### What to do
Search the listing below for the line containing "count: number;". From there through the line containing "is in y-units per (x-unit)^b.", transcribe every line exactly, both ends included.

### Raw data
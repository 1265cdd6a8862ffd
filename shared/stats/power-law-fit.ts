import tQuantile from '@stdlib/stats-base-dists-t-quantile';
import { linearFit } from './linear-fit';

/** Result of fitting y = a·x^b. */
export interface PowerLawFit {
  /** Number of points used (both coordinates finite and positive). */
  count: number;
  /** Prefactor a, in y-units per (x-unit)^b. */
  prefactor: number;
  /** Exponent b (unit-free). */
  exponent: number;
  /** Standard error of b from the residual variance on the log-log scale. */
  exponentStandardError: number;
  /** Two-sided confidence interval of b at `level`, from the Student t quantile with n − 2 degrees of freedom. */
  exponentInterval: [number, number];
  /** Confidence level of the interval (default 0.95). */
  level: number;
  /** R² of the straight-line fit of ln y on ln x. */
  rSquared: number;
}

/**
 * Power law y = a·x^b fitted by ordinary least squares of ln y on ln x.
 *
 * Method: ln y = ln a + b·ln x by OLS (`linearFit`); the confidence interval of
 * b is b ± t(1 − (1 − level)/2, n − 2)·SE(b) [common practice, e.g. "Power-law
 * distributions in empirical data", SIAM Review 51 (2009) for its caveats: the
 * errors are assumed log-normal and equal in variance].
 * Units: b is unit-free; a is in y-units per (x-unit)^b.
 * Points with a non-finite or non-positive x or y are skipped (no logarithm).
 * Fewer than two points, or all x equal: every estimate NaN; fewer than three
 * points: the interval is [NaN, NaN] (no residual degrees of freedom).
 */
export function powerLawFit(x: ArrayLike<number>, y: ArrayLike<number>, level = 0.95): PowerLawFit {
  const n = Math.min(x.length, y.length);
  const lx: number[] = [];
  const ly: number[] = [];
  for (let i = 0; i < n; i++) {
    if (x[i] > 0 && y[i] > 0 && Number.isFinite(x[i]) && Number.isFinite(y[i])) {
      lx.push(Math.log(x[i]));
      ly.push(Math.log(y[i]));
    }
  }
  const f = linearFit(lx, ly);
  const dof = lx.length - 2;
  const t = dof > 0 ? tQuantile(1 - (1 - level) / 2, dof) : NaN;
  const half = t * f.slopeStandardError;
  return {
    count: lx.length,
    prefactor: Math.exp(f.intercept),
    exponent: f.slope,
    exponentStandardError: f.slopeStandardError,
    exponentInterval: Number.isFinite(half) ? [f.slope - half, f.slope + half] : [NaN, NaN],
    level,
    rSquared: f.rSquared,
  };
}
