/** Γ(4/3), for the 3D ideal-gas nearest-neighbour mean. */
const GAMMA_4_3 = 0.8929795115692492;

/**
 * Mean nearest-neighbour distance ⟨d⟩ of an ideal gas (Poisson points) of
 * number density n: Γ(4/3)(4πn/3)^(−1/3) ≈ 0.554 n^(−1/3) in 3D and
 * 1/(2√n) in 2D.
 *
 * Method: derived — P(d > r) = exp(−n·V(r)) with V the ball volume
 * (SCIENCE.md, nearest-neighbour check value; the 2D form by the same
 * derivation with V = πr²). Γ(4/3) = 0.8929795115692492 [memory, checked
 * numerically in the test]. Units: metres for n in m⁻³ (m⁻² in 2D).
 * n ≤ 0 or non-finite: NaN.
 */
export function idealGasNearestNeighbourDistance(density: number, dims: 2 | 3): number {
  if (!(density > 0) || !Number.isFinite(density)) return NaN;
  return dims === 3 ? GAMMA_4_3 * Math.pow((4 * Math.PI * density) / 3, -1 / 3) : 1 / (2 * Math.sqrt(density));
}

### Completed task
  count: number;
  /** Prefactor a, in y-units per (x-unit)^b. */
  prefactor: number;
  /** Exponent b (unit-free). */
  exponent: number;
  /** Standard error of b from the residual variance on the log-log scale. */
  exponentStandardError: number;
  /** Two-sided confidence interval of b at `level`, from the Student t quantile with n − 2 degrees of freedom. */
  exponentInterval: [number, number];
  /** Confidence level of the interval (default 0.95). */
  level: number;
  /** R² of the straight-line fit of ln y on ln x. */
  rSquared: number;
}

/**
 * Power law y = a·x^b fitted by ordinary least squares of ln y on ln x.
 *
 * Method: ln y = ln a + b·ln x by OLS (`linearFit`); the confidence interval of
 * b is b ± t(1 − (1 − level)/2, n − 2)·SE(b) [common practice, e.g. "Power-law
 * distributions in empirical data", SIAM Review 51 (2009) for its caveats: the
 * errors are assumed log-normal and equal in variance].
 * Units: b is unit-free; a is in y-units per (x-unit)^b.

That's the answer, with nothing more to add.